C’est que, depuis sa découverte, la statue s’est mise à parler ! Et pas pour dire du bien des puissants ! La statue a commencé à faire parler d’elle quand, au début du XVIe siècle, le cardinal Oliviero Carafa a drapé chaque année, à l'occasion de la Saint-Marc (25 avril), le torse de la statue avec une toge décorée d'épigrammes en vers latins. Cette action du cardinal a introduit la coutume de critiquer le pape et son gouvernement en écrivant de courts poèmes satiriques en dialecte romain et en les suspendant au cou de la statue. De cette pratique est né le terme de « pasquinade », à savoir un pamphlet anonyme en vers ou en prose [2]. Non seulement Pasquino parle, mais il a surtout un franc-parler qui en indispose plus d’un, surtout les papes quand ils étaient une puissance temporelle et qu’ils pressuraient le pauvre monde.

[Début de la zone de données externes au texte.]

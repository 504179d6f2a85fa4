import { afterAll, beforeAll, expect, test } from 'vitest';
import { concat, utf8 } from '../../../src/lib/base';
import { signIncrement } from '../../../src/lib/dossier';
import { checkPdf, readPdf, type PdfQuestion } from '../../../src/lib/verify';
import { PdfJudges, readPdfsig } from '../../support/pdf-judges';
import { closing, makeBase, makeSigners, RECORD, signThree, type Signers } from '../../support/small-dossier';
import { appendUnsigned, findObjects, flip, latin1, stream } from '../../support/tamper';
import { makeTestSite, testTrustList, value, type TestSite } from '../../support/test-site';

type Bytes = Uint8Array<ArrayBuffer>;
type Files = { readonly base: Bytes; readonly one: Bytes; readonly two: Bytes; readonly three: Bytes };

let site: TestSite;
let signers: Signers;
let files: Files;
let objects: Awaited<ReturnType<typeof findObjects>>;
let judges: PdfJudges;

beforeAll(async () => {
	site = await makeTestSite();
	signers = await makeSigners(site);
	const [base, one, two, three] = await signThree(site, signers);
	files = { base, one, two, three };
	objects = await findObjects(three);
	judges = new PdfJudges(site.root.certificate.der);
});

afterAll(() => judges.dismiss());

const question = (): PdfQuestion => ({
	root: site.root.certificate.der,
	trustList: testTrustList(site),
	now: '2026-06-01T00:00:00Z',
	required: [
		{ field: 'sig_performed', roles: ['technician'] },
		{ field: 'sig_reviewed', roles: ['shift supervisor'] },
		{ field: 'sig_accepted', roles: ['commissioning lead'] },
	],
});

const judge = (pdf: Bytes) => checkPdf(readPdf(pdf), question());

/** What did not pass, as the words that a person would read. */
const complaints = async (pdf: Bytes) =>
	(await judge(pdf)).checks
		.filter(({ outcome }) => outcome !== 'passed')
		.map(({ name, field }) => (field === undefined ? name : `${name} (${field})`));

test('a dossier that nobody touched passes every check of ours, and the other judges agree', async () => {
	expect(await complaints(files.three)).toEqual([]);
	expect(await judge(files.three)).toMatchObject({ class: 'TOTAL-PASSED', outcome: 'passed' });
	expect(readPdfsig(judges.pdfsig(files.three))).toEqual({ valid: 3, mismatch: 0, trusted: 3, total: 1 });
	expect(judges.qpdf(files.three)).toMatchObject({ status: 0 });
});

const DIGEST = 'bytes are those that were signed';
const UPDATE_4 = 'update 4 is one signature and nothing else';
const FOLLOWS = 'nothing follows the last signature';

/** One row per tampering: what was done, what another reader says of it, and what we say. */
const ROWS: readonly {
	readonly row: string;
	readonly what: string;
	readonly tamper: () => Bytes | Promise<Bytes>;
	readonly pdfsig: ReturnType<typeof readPdfsig>;
	readonly complaints: readonly string[];
}[] = [
	{
		row: 'T1',
		what: 'a byte of a page is flipped',
		tamper: () => flip(files.three, bodyStart(files.three, objects.content) + 20),
		pdfsig: { valid: 0, mismatch: 3, trusted: 0, total: 1 },
		complaints: [`${DIGEST} (sig_performed)`, `${DIGEST} (sig_reviewed)`, `${DIGEST} (sig_accepted)`],
	},
	{
		row: 'T2',
		what: 'an unsigned update replaces what page 1 says',
		tamper: () => appendUnsigned(files.three, [{ number: objects.content, body: stream('BT ET') }]),
		pdfsig: { valid: 3, mismatch: 0, trusted: 3, total: 0 },
		complaints: [UPDATE_4, FOLLOWS],
	},
	{
		row: 'T3',
		what: 'an unsigned update puts another record in the place of the attached one',
		tamper: () => appendUnsigned(files.three, [{ number: objects.attachment, body: stream('{"kind":"forged"}') }]),
		pdfsig: { valid: 3, mismatch: 0, trusted: 3, total: 0 },
		complaints: [UPDATE_4, FOLLOWS],
	},
	{
		row: 'T4',
		what: 'the last signature is cut off, which every other reader takes for a whole file',
		tamper: () => files.two,
		pdfsig: { valid: 2, mismatch: 0, trusted: 2, total: 1 },
		complaints: ['field sig_accepted is signed (sig_accepted)'],
	},
	{
		row: 'T5',
		what: 'an unsigned update changes the name that a signature shows',
		tamper: () =>
			appendUnsigned(files.three, [
				{ number: objects.appearance, body: stream('BT ET', '/Type /XObject /Subtype /Form /BBox [0 0 484 98]') },
			]),
		pdfsig: { valid: 3, mismatch: 0, trusted: 3, total: 0 },
		complaints: [UPDATE_4, FOLLOWS],
	},
	{
		row: 'T6',
		what: 'an unsigned update puts a stamp over page 1',
		tamper: () =>
			appendUnsigned(files.three, [
				{
					number: objects.page,
					body: objects.bodyOf(objects.page).replace('/Annots [ ]', `/Annots [${objects.free} 0 R]`),
				},
				{ number: objects.free, body: '<< /Type /Annot /Subtype /Stamp /Rect [50 700 400 780] /F 4 >>' },
			]),
		pdfsig: { valid: 3, mismatch: 0, trusted: 3, total: 0 },
		complaints: [UPDATE_4, FOLLOWS],
	},
	{
		row: 'T7',
		what: 'bytes are hidden in the room behind the first signature',
		tamper: () => hideInPadding(files.three),
		pdfsig: { valid: 1, mismatch: 2, trusted: 1, total: 1 },
		complaints: [
			'nothing is hidden behind the signature (sig_performed)',
			`${DIGEST} (sig_reviewed)`,
			`${DIGEST} (sig_accepted)`,
		],
	},
	{
		row: 'T8',
		what: 'the last state is signed again under a false root with the same names',
		tamper: () => signUnderFalseRoot(),
		pdfsig: { valid: 3, mismatch: 0, trusted: 2, total: 1 },
		complaints: ['one root vouches for all signers or for none', 'site root vouches for the signer (sig_accepted)'],
	},
	{
		row: 'T9',
		what: 'a comment is added behind the end',
		tamper: () => concat(files.three, utf8('% harmless\n')),
		pdfsig: { valid: 3, mismatch: 0, trusted: 3, total: 0 },
		complaints: ['file ends where its last state ends', FOLLOWS],
	},
	{
		row: 'T10',
		what: 'a byte of the attached record is flipped',
		tamper: () => flip(files.three, bodyStart(files.three, objects.attachment) + 8),
		pdfsig: { valid: 0, mismatch: 3, trusted: 0, total: 1 },
		complaints: [`${DIGEST} (sig_performed)`, `${DIGEST} (sig_reviewed)`, `${DIGEST} (sig_accepted)`],
	},
	{
		row: 'T11',
		what: 'an insider changes page 1 and then signs as the third',
		tamper: () => signAfterChange(),
		pdfsig: { valid: 3, mismatch: 0, trusted: 3, total: 1 },
		complaints: ['update 3 is one signature and nothing else'],
	},
];

for (const { row, what, tamper, pdfsig, complaints: expected } of ROWS) {
	test(`[${row}] ${what}`, async () => {
		const pdf = await tamper();
		expect(readPdfsig(judges.pdfsig(pdf))).toEqual(pdfsig);
		expect(await complaints(pdf)).toEqual(expected);
		expect(await judge(pdf)).toMatchObject({ class: 'TOTAL-FAILED', outcome: 'failed' });
	});
}

test('[PS8] an update that brings another record does not change the record that is read', () => {
	const forged = appendUnsigned(files.three, [{ number: objects.attachment, body: stream('{"kind":"forged"}') }]);
	expect(readPdf(forged).attachments).toEqual([
		{ name: 'record.ndjson', mediaType: 'application/x-ndjson', bytes: RECORD },
	]);
});

test('a dossier judged without a site root is undecided, whatever names it carries', async () => {
	const { root: _, ...withoutRoot } = question();
	const report = await checkPdf(readPdf(files.three), withoutRoot);
	expect(report).toMatchObject({ class: 'INDETERMINATE', sub: 'NO_CERTIFICATE_CHAIN_FOUND', outcome: 'undecided' });
});

test('a dossier of another site is undecided: this root can say nothing about it', async () => {
	const other = await makeTestSite('Another Invented Site');
	const report = await checkPdf(readPdf(files.three), { ...question(), root: other.root.certificate.der });
	expect(report).toMatchObject({ class: 'INDETERMINATE', sub: 'NO_CERTIFICATE_CHAIN_FOUND', outcome: 'undecided' });
});

test('[C2] a signer without the role that the record asks for fails the dossier', async () => {
	const required = [{ field: 'sig_performed', roles: ['QA'] as const }];
	const report = await checkPdf(readPdf(files.three), { ...question(), required });
	expect(report.outcome).toBe('failed');
	expect(report.signatures[0]).toMatchObject({ class: 'INDETERMINATE', sub: 'SIG_CONSTRAINTS_FAILURE' });
});

/** Behind `obj` of the first object with this number: inside its dictionary or stream. */
function bodyStart(file: Bytes, number: number): number {
	const text = latin1(file);
	const object = text.indexOf(`\n${number} 0 obj`);
	return text.indexOf('stream\n', object) + 'stream\n'.length;
}

function hideInPadding(file: Bytes): Bytes {
	const hidden = file.slice();
	const end = latin1(file).indexOf('0>', latin1(file).indexOf('/Contents <'));
	hidden.set(utf8('48656c6c6f'), end - 40);
	return hidden;
}

async function signUnderFalseRoot(): Promise<Bytes> {
	const falseSite = await makeTestSite();
	const { ink } = await makeBase();
	const signer = await falseSite.enrol({
		person: 'P-03',
		printedName: 'Cyra Example',
		roles: ['commissioning lead'],
		device: 'T-2',
	});
	return value(await signIncrement(files.two, closing(falseSite, signer, 'sig_accepted', ink)));
}

async function signAfterChange(): Promise<Bytes> {
	const { ink } = await makeBase();
	const changed = appendUnsigned(files.two, [{ number: objects.content, body: stream('BT ET') }]);
	return value(await signIncrement(changed, closing(site, signers.sig_accepted, 'sig_accepted', ink)));
}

Les Romains, gouailleurs et railleurs, prirent la fâcheuse habitude d’aller y placer des libelles et des poèmes satiriques vengeurs [3]. Après l’inauguration de la fontaine des fleuves (1651), sur la piazza Navona, Pasquino a notamment déclaré : 

 

« Ce que nous voulons, ce ne sont pas des obélisques ni des fontaines ; nous voulons du pain, du pain et encore du pain » ! 

 

Stendhal rapporte que Pasquino aurait également proclamé à propos d’Innocent VIII Tomasello (1484 / 1492)

 

« Cet être funeste a engendré huit garçons et autant de filles ; on peut donc l'appeler à juste titre le père de Rome » ! 

 

Si Pasquino est devenu la première « statue parlante » de Rome, d’autres se sont mises à parler aussi ! Il y en avait désormais six dans Rome : « Marforio », figure masculine de la Rome impériale allongée sur un triclinium, situé aujourd’hui dans la cour d’entrée du Musée Capitolin ; « Madama Lucrezia », buste féminin colossal d’origine antique de deux mètres environ qui représenterait Isis, installée au coin de l’église San Marco au Palazzo Venezia ; « Facchino », buste masculin qui tient dans ses mains une barrique d’où surgit une gerbe d'eau, installé dans une niche de la via Lata (Palazzo De Carolis) ; le « Babuino », statue représentant un silène (être mythologique qui est représenté gonflé comme une outre) située via del Babuino, et enfin, « l'abate Luigi » une statue antique représentant un consul ou un sénateur romain, place Vidoni.

 

Mais Pasquino et les autres statues parlantes de Rome ne brocardaient pas que les papes. Après l'annexion des États pontificaux par Napoléon Ier, en 1809, celui-ci fit expédier en France de nombreux chefs d’œuvre. En 1810, une pancarte sur Marforio posait alors la question : « E vero, Pasquino, Ghe tutti i Francesi sono ladri ? » (C’est vrai, Pasquino, que tous les Français sont des voleurs ?). A quoi Pasquino répondait par une autre pancarte : « Tutti, no, ma buona parte ! » (Tous, non, mais une bonne part ! Jeu de mot sur « Bonaparte »)

 


[1] Bernini, à qui l’on demandait quelle était la plus belle statue de Rome, aurait répondu « celle de Pasquino » ; ce qui faillit lui attirer des ennuis, car son interlocuteur crut qu'il se moquait de lui.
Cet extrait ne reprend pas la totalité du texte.